What you are asked to do
Write down, unchanged, the entries from the first line through the line holding "write_modes(result, tmp_path /". Include no other line.

(Source records)
def test_where_carriers_are_kept_out_there_is_no_potential_energy(tmp_path: Path) -> None:
    result = charged_result(kept_out=True)
    tilted = replace(result.charge, given_eV=0.01 * result.mesh.points[:, 0])
    write_modes(replace(result, charge=tilted), tmp_path / "modes.vtu")
    grid = pyvista.read(tmp_path / "modes.vtu")
    radius, energy = np.hypot(*grid.points[:, :2].T), grid.point_data["potential_energy_eV"]
    nodes = grid.cells_dict[VTK_LAGRANGE_TRIANGLE]
    shell = np.isnan(grid.cell_data[EDGE])
    assert np.isnan(energy[nodes[shell]]).all()
    # A potential given beside is part of it.
    expected = 0.01 * grid.points[:, 0] - 0.1 + radius**2 / 2000
    assert energy[nodes[~shell]] == pytest.approx(expected[nodes[~shell]], abs=1e-12)
    assert np.isfinite(grid.point_data["potential_V"]).all()


def test_the_potential_of_a_wire_between_gates_is_that_of_a_plate_capacitor(tmp_path: Path) -> None:
    """An empty strip between two gates whose other sides let no field through: phi rises linearly, by Laplace."""
    given = (Gate("top", ("top",), -0.5, lineup_voltage_V=0.1), Gate("bottom", ("bottom",), -0.8, lineup_voltage_V=0.1))
    tilted = Potential(field_V_per_nm=(0.004, 0.0))
    problem = Problem(
        "strip",
        Section(Rectangle(8.0, 6.0), "GaAs"),
        Carriers(temperature_K=(77.0,)),
        Accuracy(subbands=1, energy_eV=1e-3),
        potential=tilted,
        gates=given,
    )
    result = solve(problem)
    write_modes(result, tmp_path / "modes.vtu")
    grid = pyvista.read(tmp_path / "modes.vtu")
    x, y = grid.points[:, 0], grid.points[:, 1]
    potential = -0.75 + 0.3 * y / 6
    assert grid.point_data["potential_V"] == pytest.approx(potential, abs=1e-9)
    assert grid.point_data["potential_energy_eV"] == pytest.approx(0.004 * x - potential, abs=1e-9)
    assert np.abs(grid.point_data["density_per_nm3"]).max() < 1e-20
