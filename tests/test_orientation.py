"""Which wires need their crystal's directions, which materials stand on one scale, and which valleys they share."""

from __future__ import annotations

from dataclasses import replace

import pytest

from wiresolve.describe.material import Material, Valley
from wiresolve.describe.materials import look_up
from wiresolve.describe.problem import Carriers, Orientation, Problem
from wiresolve.describe.section import Layer, Patch, Section
from wiresolve.describe.shapes import Circle, Rectangle
from wiresolve.errors import InputError

COLD = Carriers(temperature_K=(4.2,))
ALONG_110 = Orientation((1, 1, 0), (0, 0, 1))
ALONG_111 = Orientation((1, 1, 1), (1, -1, 0))
ALONG_C = Orientation((0, 0, 1), (1, 0, 0))


def wire(
    core: str,
    *layers: str | Layer,
    orientation: Orientation | None = None,
    materials: tuple[Material, ...] = (),
    **section: object,
) -> Problem:
    shells = tuple(layer if isinstance(layer, Layer) else Layer(3, layer) for layer in layers)
    drawn = Section(Circle(10), core, shells, **section)  # type: ignore[arg-type]
    return Problem("wire", drawn, COLD, materials=materials, orientation=orientation)


@pytest.mark.parametrize(
    ("core", "layers", "why"),
    [
        ("Si", (), "the Delta valleys of Si"),
        ("Ge", (), "the L valleys of Ge"),
        ("AlAs", (), "the X valleys of AlAs"),
        ("Al0.6Ga0.4As", (), "the X valleys of Al0.6Ga0.4As"),
        ("Si0.7Ge0.3", ("Si",), "the Delta valleys of Si"),
        ("GaN", (), "GaN is wurtzite"),
    ],
)
def test_an_orientation_is_asked_for(core: str, layers: tuple[str, ...], why: str) -> None:
    with pytest.raises(InputError, match=r"^orientation: is missing") as caught:
        wire(core, *layers)
    assert why in str(caught.value)
    assert "write [orientation]" in str(caught.value)
    along = ALONG_C if core == "GaN" else ALONG_110
    assert wire(core, *layers, orientation=along).orientation == along
    # Carriers that are kept out need none.
    assert wire("GaAs", Layer(2, core, carriers="excluded")).orientation is None


def test_no_orientation_is_asked_for_where_only_higher_valleys_have_a_direction() -> None:
    assert wire("GaAs").shared_valleys() == ("zone centre", "L", "X")
    # The lowest edge is the zone centre's in GaAs, though AlAs has X below its own zone centre.
    assert wire("GaAs", "AlAs").energy_zero()[0] == "conduction edge of GaAs (core)"
    with pytest.raises(InputError, match="X valleys of AlAs"):
        wire("Al0.9Ga0.1As", "AlAs")
    round_ = Valley("round", 0.0, 0.4, 0.4, (1, 1, 1), zone_boundary=True)
    assert wire("round", materials=(Material.given("round", valleys=[round_]),)).orientation is None


def test_the_energy_zero_names_a_higher_valley_where_it_is_the_lowest_shared() -> None:
    low = Valley("low", 0.0, 0.2, 0.2)
    high = Valley("high", 0.1, 0.3, 0.3)
    core = Material.given("core", valleys=[low, high], conduction_edge_eV=0.0)
    shell = Material.given("shell", valleys=[replace(high, height_eV=0.0)], conduction_edge_eV=0.5)
    problem = wire("core", "shell", materials=(core, shell))
    assert problem.shared_valleys() == ("high",)
    assert problem.energy_zero() == ("high edge of core (core)", pytest.approx(0.1))


def test_silicon_in_oxide() -> None:
    """The tunnelling mass of an insulator continues every valley; its edge is set by the electron affinities."""
    problem = wire("Si", "SiO2", orientation=ALONG_110, outside="vacuum")
    found = problem.resolved_materials()
    assert problem.shared_valleys() == ("Delta",)
    edges = {name: m.conduction_edge_eV for name, m in found.items()}
    assert edges == {"Si": -4.05, "SiO2": -0.95, "vacuum": 0.0}
    assert {m.edge_scale for m in found.values()} == {"vacuum level"}
    listed = {v.quantity: v for v in found["Si"].values}["conduction_edge"]
    assert (listed.value, listed.source) == (-4.05, "on the scale 'vacuum level'")


def test_two_semiconductors_in_an_oxide() -> None:
    """Their offset is that of their family, not of their affinities (0.33 eV); the oxide follows the lowest edge."""
    found = wire("GaAs", "Al0.3Ga0.7As", "Al2O3").resolved_materials()
    gaas, algaas, oxide = (m.conduction_edge_eV or 0.0 for m in found.values())
    assert algaas - gaas == pytest.approx(0.25914, abs=2e-4)
    assert oxide - gaas == pytest.approx(4.07 - 1.27, abs=1e-12)
    assert next(v.value for v in found["Al2O3"].values if v.quantity == "conduction_edge") == oxide
    assert {m.edge_scale for m in found.values()} == {"valence edge of InSb = 0"}


@pytest.mark.parametrize(
    ("core", "shell", "words"),
    [
        ("GaAs", "Si", "the edge of GaAs stands on the scale 'valence edge of InSb = 0' or 'vacuum level'"),
        ("InAs", "Ge", "no common offset scale"),
        ("GaAs", "GaN", "electron affinities do not give the step between two semiconductors"),
        ("AlSb", "SiO2", "no common offset scale"),  # the table has no affinity of AlSb
    ],
)
def test_no_common_scale_is_an_error(core: str, shell: str, words: str) -> None:
    with pytest.raises(InputError, match=r"^section: no common offset scale") as caught:
        wire(core, shell, orientation=ALONG_110)
    assert words in str(caught.value)
    assert "[materials.NAME]" in str(caught.value)
    # Kept out, it needs no scale.
    assert wire(core, Layer(2, shell, carriers="excluded"), orientation=ALONG_C).energy_zero()[1] is not None


def test_the_pair_without_a_scale_is_named_wherever_it_stands() -> None:
    with pytest.raises(InputError, match=r"the edge of GaAs .* that of Si on"):
        wire("SiO2", "GaAs", "Si", orientation=ALONG_110)


def test_an_alloy_of_silicon_and_germanium_has_a_scale() -> None:
    silicon, alloy, germanium = (
        wire("Si", "Si0.5Ge0.5", "Ge", orientation=ALONG_110).resolved_materials()[n]
        for n in ("Si", "Si0.5Ge0.5", "Ge")
    )
    assert {m.edge_scale for m in (silicon, alloy, germanium)} == {"average valence energy of the model solid"}
    # By hand: -7.03 + 0.044/3 + 1.17 and -6.35 + 0.296/3 + 0.742, at 0 K.
    assert look_up("Ge", 0).edges[0][1] - look_up("Si", 0).edges[0][1] == pytest.approx(0.336, abs=1e-9)
    assert wire("Si", "Ge", orientation=ALONG_110).shared_valleys() == ("Delta",)


def test_materials_without_a_common_valley() -> None:
    oxide = Material.given("oxide", electron_mass=0.5, conduction_edge_eV=3.0)
    silicon = Material.extending("channel", "Si", conduction_edge_eV=0.0)
    with pytest.raises(InputError, match="no valley in common: channel has Delta; oxide has zone centre") as caught:
        wire("channel", "oxide", materials=(silicon, oxide), orientation=ALONG_110)
    assert 'named "any"' in str(caught.value)
    any_ = Material.given("oxide", valleys=[Valley.isotropic(0.5, "any")], conduction_edge_eV=3.0)
    assert wire("channel", "oxide", materials=(silicon, any_), orientation=ALONG_110).shared_valleys() == ("Delta",)


def test_cubic_and_wurtzite_need_directions_of_their_own() -> None:
    cubic = Material.given(
        "cubic", valleys=[Valley("zone centre", 0.0, 0.1, 0.2, (1, 0, 0), True)], conduction_edge_eV=0.0
    )
    hexagonal = Material.given("hexagonal", electron_mass=0.1, conduction_edge_eV=1.0, crystal="wurtzite")
    with pytest.raises(InputError, match="hexagonal is wurtzite and cubic is cubic"):
        wire("cubic", "hexagonal", materials=(cubic, hexagonal), orientation=ALONG_C)
    # A cubic material whose common valleys have no direction may stand beside it.
    even = Material.given("even", electron_mass=0.2, conduction_edge_eV=0.0, crystal="zincblende")
    assert wire("even", "hexagonal", materials=(even, hexagonal), orientation=ALONG_C).orientation == ALONG_C


def test_directions_in_wurtzite() -> None:
    across = Orientation((1, 0, 0), (1, 2, 0))  # at right angles in the hexagonal lattice only
    assert wire("GaN", orientation=across).orientation == across
    with pytest.raises(InputError, match=r"^orientation.up: must be at right angles"):
        wire("GaAs", orientation=across)
    with pytest.raises(InputError, match=r"the nearest is up = \[1, 2, 0\]"):
        wire("GaN", orientation=Orientation((1, 0, 0), (0, 1, 0)))
    bare = Material.given("bare", electron_mass=0.1, crystal="wurtzite")
    slanted = Orientation((1, 0, 1), (1, 2, 0))
    with pytest.raises(InputError, match=r"^materials.bare.lattice_constant: is missing"):
        wire("bare", materials=(bare,), orientation=slanted)
    known = replace(bare, lattice_constant_nm=0.4, lattice_constant_c_nm=0.65)
    assert wire("bare", materials=(known,), orientation=slanted).orientation == slanted
    assert wire("bare", materials=(bare,), orientation=across).orientation == across


@pytest.mark.parametrize(
    ("core", "orientation", "warned"),
    [
        ("InAs", ALONG_111, True),
        ("InP", ALONG_111, True),
        ("GaAs", Orientation((-1, 1, 1), (0, 1, -1)), True),
        ("In0.53Ga0.47As", ALONG_111, True),
        ("Ga0.47In0.53As", ALONG_111, True),
        ("InSb", ALONG_111, False),  # stays zincblende
        ("GaSb", ALONG_111, False),
        ("Ge", ALONG_111, False),
        ("InAs", ALONG_110, False),
        ("InAs", None, True),
        ("InP", None, False),
        ("GaAs", None, False),
        ("In0.53Ga0.47As", None, False),
        ("InSb", None, False),
    ],
)
def test_crystal_phase(core: str, orientation: Orientation | None, warned: bool) -> None:
    notes = wire(core, orientation=orientation).resolved_materials()[core].notes
    assert ("crystal-phase" in {code for code, _, _ in notes}) == warned
    if core == "InAs" and warned:
        assert "0.46 eV" in notes[0][1]
        assert ("if it was grown along [111]" in notes[0][1]) == (orientation is None)


def test_crystal_phase_is_one_warning_for_a_wire_that_was_grown() -> None:
    def noted(problem: Problem) -> list[str]:
        found = problem.resolved_materials().values()
        return [text for m in found for code, text, _ in m.notes if code == "crystal-phase"]

    for orientation in (None, ALONG_111):
        (text,) = noted(wire("InAs", "InP", orientation=orientation))
        assert text.startswith("InAs and InP in the table are zincblende, but ")
    (text,) = noted(wire("GaAs", "Al0.3Ga0.7As", "GaAs", orientation=ALONG_111))
    assert text.startswith("GaAs and Al0.3Ga0.7As in the table are zincblende")
    # Without an orientation only those are told of of which it is known what differs.
    assert noted(wire("GaAs", "Al0.3Ga0.7As", "GaAs")) == []
    # A patch or a shape that is etched is no grown wire, and a user's own InAs may be what it wants.
    etched = Section(Rectangle(10, 10), "InAs")
    assert noted(Problem("wire", etched, COLD)) == []
    assert noted(wire("InAs", patches=(Patch(Rectangle(2, 2), "InAs"),))) == []
    own = Material.given("InAs", electron_mass=0.03)
    assert noted(wire("InAs", materials=(own,))) == []


def test_a_users_own_material_has_a_phase_of_its_own() -> None:
    own = Material.given("InAs", electron_mass=0.03, crystal="wurtzite")
    along = Orientation((0, 0, 1), (1, 0, 0))
    assert wire("InAs", materials=(own,), orientation=along).resolved_materials()["InAs"].notes == ()
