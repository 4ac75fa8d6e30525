"""Fermi integrals, line density, Fermi level and density of states against closed forms and quadrature."""

from __future__ import annotations

from itertools import pairwise
from math import pi, sqrt
from typing import Any

import mpmath
import numpy as np
import pytest
from hypothesis import given
from hypothesis import strategies as st
from scipy.integrate import quad

from tests.synthetic import parabolic_tail
from wiresolve.errors import InputError
from wiresolve.physics.fermi import fermi_integral, occupation
from wiresolve.physics.spectrum import Spectrum
from wiresolve.physics.statistics import (
    density_of_states,
    fermi_level,
    line_density,
    line_density_by_subband,
    subband_density,
    tail_density,
)
from wiresolve.physics.tabulated_band import tabulated_band
from wiresolve.physics.tail import Tail, added
from wiresolve.physics.thermal import boltzmann_sums
from wiresolve.units import HBAR2_OVER_2M0, KB


def ladder(energies_eV: Any, mass: float = 0.067, degeneracy: int = 2, **more: Any) -> Spectrum:
    """Parabolas of one mass, each a level of its own."""
    count = len(energies_eV)
    states = {
        "energy_eV": energies_eV,
        "error_eV": np.zeros(count),
        "axial_mass": np.full(count, mass),
        "degeneracy": np.full(count, degeneracy),
        "level": np.arange(1, count + 1),
        "listed": count,
    }
    return Spectrum(**{**states, **more})


def box_levels_eV(width_nm: float, height_nm: float, mass: float, highest_eV: float) -> np.ndarray:
    """Levels of a hard-wall rectangle up to an energy, closed form."""
    unit = HBAR2_OVER_2M0 * pi**2 / mass
    most = [int(side * sqrt(highest_eV / unit)) + 1 for side in (width_nm, height_nm)]
    i, j = np.meshgrid(np.arange(1, most[0] + 1), np.arange(1, most[1] + 1))
    energies = unit * ((i / width_nm) ** 2 + (j / height_nm) ** 2).ravel()
    return np.sort(energies[energies <= highest_eV])


# Fermi-Dirac integrals


def polylogarithm(order: float, eta: float) -> float:
    """F_j from mpmath, to 30 digits: -Li_(j+1)(-e^eta), for large eta by Hurwitz's zeta function (DLMF 25.12.13)."""
    with mpmath.workdps(60):
        s, x = mpmath.mpf(order) + 1, mpmath.mpf(eta)
        if eta < 30:
            return float(-mpmath.polylog(s, -mpmath.exp(x)).real)
        a = mpmath.mpf(1) / 2 - 1j * x / (2 * mpmath.pi)
        return float(-((2 * mpmath.pi) ** s * mpmath.expjpi(s / 2) / mpmath.gamma(s) * mpmath.zeta(1 - s, a)).real)


@pytest.mark.parametrize(
    ("order", "accuracy"),
    [(-1.5, 2e-14), (-1, 1e-15), (-0.5, 5e-15), (0, 1e-15), (0.5, 2e-13), (1, 1e-15), (1.5, 2e-12)],
)
def test_fermi_integral_agrees_with_mpmath(order: float, accuracy: float) -> None:
    etas = [-60.0, -40.0, -3.0, -1.0, -1e-3, 0.0, 1e-3, 0.7, 2.0, 4.4, 9.0, 17.0, 29.0]
    if order != round(order):  # the other branch of the reference is for half orders
        etas += [40.0, 50.2, 50.3, 75.0, 1e3, 1e4]
    expected = np.array([polylogarithm(order, eta) for eta in etas])
    assert fermi_integral(order, etas) == pytest.approx(expected, rel=accuracy, abs=0)


@pytest.mark.parametrize("order", [-1.5, -0.5, 0.5, 1.5])
def test_fermi_integral_tends_to_its_limits(order: float) -> None:
    thin, dense = fermi_integral(order, [-1e4, -650.0]), fermi_integral(order, [1e4])
    assert thin[0] == 0
    assert thin[1] == pytest.approx(np.exp(-650.0), rel=1e-14)
    # leading terms of Sommerfeld's series; the next is of relative size eta^-4
    leading = mpmath.mpf(10**4) ** (order + 1) / mpmath.gamma(order + 2)
    expected = float(leading * (1 + pi**2 / 6 * (order + 1) * order / 1e8))
    assert dense[0] == pytest.approx(expected, rel=1e-15)


@given(st.floats(-30, 60), st.sampled_from([-0.5, 0.0, 0.5, 1.0, 1.5]))
def test_fermi_integrals_are_each_others_derivatives(eta: float, order: float) -> None:
    step = 1e-3
    outer = fermi_integral(order, eta + step * np.array([-2, -1, 1, 2]))
    slope = outer @ np.array([1, -8, 8, -1]) / (12 * step)
    assert slope == pytest.approx(float(fermi_integral(order - 1, eta)), rel=1e-8, abs=1e-20)


def test_fermi_integral_keeps_shapes_and_refuses_other_orders() -> None:
    assert fermi_integral(-0.5, np.zeros((2, 0, 3))).shape == (2, 0, 3)
    assert fermi_integral(0.5, -1.0).shape == ()
    assert np.isnan(fermi_integral(-0.5, np.nan))
    for order in (0.3, -2, 7):
        with pytest.raises(InputError, match="whole or half number"):
            fermi_integral(order, 0.0)


def test_occupation_at_absolute_zero_is_a_step() -> None:
    assert occupation([0.1, 0.2, 0.3], 0.2, 0.0).tolist() == [1.0, 0.5, 0.0]
    assert occupation([0.1, 0.3], 0.2, 1e-300).tolist() == [1.0, 0.0]


# Line density


@pytest.mark.parametrize("temperature_K", [0.05, 4.2, 77.0, 300.0])
def test_a_parabola_holds_what_quadrature_over_k_finds(temperature_K: float) -> None:
    mass, degeneracy, kT = 0.19, 4, KB * temperature_K
    for eta in (-8.0, 0.0, 3.0, 25.0):
        scale = sqrt(mass * kT / HBAR2_OVER_2M0)
        edge = sqrt(max(eta, 0.0))
        found, _ = quad(
            lambda x, eta=eta: 1 / (1 + np.exp(x * x - eta)), 0, edge + 8, points=[edge], epsabs=0, epsrel=1e-12
        )
        density = subband_density(0.1, mass, degeneracy, 0.1 + eta * kT, temperature_K)
        assert float(density) == pytest.approx(degeneracy / pi * scale * found, rel=1e-10)


def test_absolute_zero_is_the_limit_of_low_temperature() -> None:
    spectrum = ladder([0.05, 0.08, 0.13], tails=(parabolic_tail([0.13, 0.2], [0.0, 5.0], 0.067),))
    fermi = np.array([0.04, 0.06, 0.1, 0.19])
    cold = line_density(spectrum, fermi, 0.0)
    assert line_density(spectrum, fermi, 1e-2) == pytest.approx(cold, rel=1e-7, abs=1e-30)
    assert line_density(spectrum, fermi, 1e-300) == pytest.approx(cold, rel=1e-14)
    assert cold[0] == 0


def test_temperatures_and_fermi_levels_broadcast() -> None:
    spectrum = ladder([0.05, 0.08], tails=(parabolic_tail([0.08, 0.2], [0.0, 5.0], 0.067),))
    fermi, temperatures = np.linspace(0.0, 0.2, 5), np.array([0.0, 4.2, 300.0])
    together = line_density(spectrum, fermi, temperatures[:, None])
    assert together.shape == (3, 5)
    for row, temperature in zip(together, temperatures, strict=True):
        assert row == pytest.approx(line_density(spectrum, fermi, temperature), rel=1e-14)
    assert line_density_by_subband(spectrum, 0.1, 77.0).shape == (2,)


def test_density_scales_with_degeneracy_and_root_of_mass_and_ignores_the_zero_of_energy() -> None:
    fermi = np.linspace(0.0, 0.2, 7)
    base = line_density(ladder([0.05, 0.08]), fermi, 77.0)
    assert line_density(ladder([0.05, 0.08], degeneracy=12), fermi, 77.0) == pytest.approx(6 * base, rel=1e-14)
    assert line_density(ladder([0.05, 0.08], mass=0.268), fermi, 77.0) == pytest.approx(2 * base, rel=1e-14)
    assert line_density(ladder([3.05, 3.08]), fermi + 3, 77.0) == pytest.approx(base, rel=1e-11)


# Bands from a table


def cubic_band(square: float, cube: float, k_end: float, mass: float, lowest_eV: float = 0.1) -> tuple[Any, Any, Any]:
    """E = lowest + square k^2 + cube k^3 (a cubic spline repeats it exactly) as a table, and E(k) with its parabola."""
    k = np.linspace(0.0, k_end, 33)
    shift = lowest_eV - min(0.0, 4 * square**3 / (27 * cube**2) if square < 0 else 0.0)

    def energy(x: float) -> float:
        if x <= k_end:
            return shift + square * x**2 + cube * x**3
        return energy(k_end) + HBAR2_OVER_2M0 / mass * (x**2 - k_end**2)

    return k, np.array([energy(x) for x in k]), energy


STIFF = HBAR2_OVER_2M0 / 0.05
BANDS = {
    "steeper than its parabola": cubic_band(STIFF, 0.3, 0.6, 0.05),
    "minimum off the centre": cubic_band(-0.4, 0.9, 0.7, 0.05),
}


@pytest.mark.parametrize("name", BANDS)
@pytest.mark.parametrize("temperature_K", [4.2, 77.0, 300.0])
def test_a_tabulated_band_holds_what_quadrature_finds(name: str, temperature_K: float) -> None:
    k, table, energy = BANDS[name]
    band = tabulated_band(k, table, 0.1, 0.05)
    assert band is not None
    kT = KB * temperature_K
    turns = [x for x in (0.8 / (3 * 0.9), k[-1]) if x > 0]
    fermi = np.array([0.1 - 30 * kT, 0.1 - 3 * kT, 0.101, 0.12, 0.16, 0.3])
    expected = []
    for level in fermi:
        crossings = [x for x in np.linspace(0.01, 2, 400) if abs(energy(x) - level) < 3 * kT][:40]
        found, _ = quad(
            lambda x, level=level: 1 / (1 + np.exp(min((energy(x) - level) / kT, 700.0))),
            0,
            3,
            points=sorted({*turns, *crossings}),
            limit=2000,
            epsabs=0,
            epsrel=1e-11,
        )
        expected.append(found)
    shared = band.occupied_length(fermi, np.array(temperature_K))
    alone = [float(band.occupied_length(level, np.array(temperature_K))) for level in fermi]
    assert shared == pytest.approx(expected, rel=1e-8)
    assert alone == pytest.approx(expected, rel=1e-8)


def test_a_tabulated_band_at_absolute_zero_counts_the_k_below_the_fermi_level() -> None:
    k, table, energy = BANDS["minimum off the centre"]
    band = tabulated_band(k, table, 0.1, 0.05)
    assert band is not None
    centre = energy(0.0)
    assert band.k_min_per_nm == pytest.approx(0.8 / 2.7, rel=1e-12)
    assert band.turning_eV == pytest.approx([centre, 0.1], rel=1e-12)
    assert band.turning_modes.tolist() == [-1.0, 2.0]
    for level in (0.101, 0.105, centre - 1e-9, centre + 1e-9, 0.2, 0.5):
        roots = [float(r.real) for r in np.roots([0.9, -0.4, 0, centre - level]) if abs(r.imag) < 1e-7 and r.real >= 0]
        inside = [r for r in roots if r <= k[-1]]
        if level < centre:
            expected = max(inside) - min(inside)
        elif inside:
            expected = max(inside)
        else:
            expected = sqrt(k[-1] ** 2 + (level - energy(k[-1])) * 0.05 / HBAR2_OVER_2M0)
        assert float(band.occupied_length(level, np.array(0.0))) == pytest.approx(expected, rel=1e-7)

Task answer
def test_where_carriers_are_kept_out_there_is_no_potential_energy(tmp_path: Path) -> None:
    result = charged_result(kept_out=True)
    tilted = replace(result.charge, given_eV=0.01 * result.mesh.points[:, 0])
    write_modes(replace(result, charge=tilted), tmp_path / "modes.vtu")
    grid = pyvista.read(tmp_path / "modes.vtu")
    radius, energy = np.hypot(*grid.points[:, :2].T), grid.point_data["potential_energy_eV"]
    nodes = grid.cells_dict[VTK_LAGRANGE_TRIANGLE]
    shell = np.isnan(grid.cell_data[EDGE])
    assert np.isnan(energy[nodes[shell]]).all()
    # A potential given beside is part of it.
    expected = 0.01 * grid.points[:, 0] - 0.1 + radius**2 / 2000
    assert energy[nodes[~shell]] == pytest.approx(expected[nodes[~shell]], abs=1e-12)
    assert np.isfinite(grid.point_data["potential_V"]).all()


def test_the_potential_of_a_wire_between_gates_is_that_of_a_plate_capacitor(tmp_path: Path) -> None:
    """An empty strip between two gates whose other sides let no field through: phi rises linearly, by Laplace."""
    given = (Gate("top", ("top",), -0.5, lineup_voltage_V=0.1), Gate("bottom", ("bottom",), -0.8, lineup_voltage_V=0.1))
    tilted = Potential(field_V_per_nm=(0.004, 0.0))
    problem = Problem(
        "strip",
        Section(Rectangle(8.0, 6.0), "GaAs"),
        Carriers(temperature_K=(77.0,)),
        Accuracy(subbands=1, energy_eV=1e-3),
        potential=tilted,
        gates=given,
    )
    result = solve(problem)
    write_modes(result, tmp_path / "modes.vtu")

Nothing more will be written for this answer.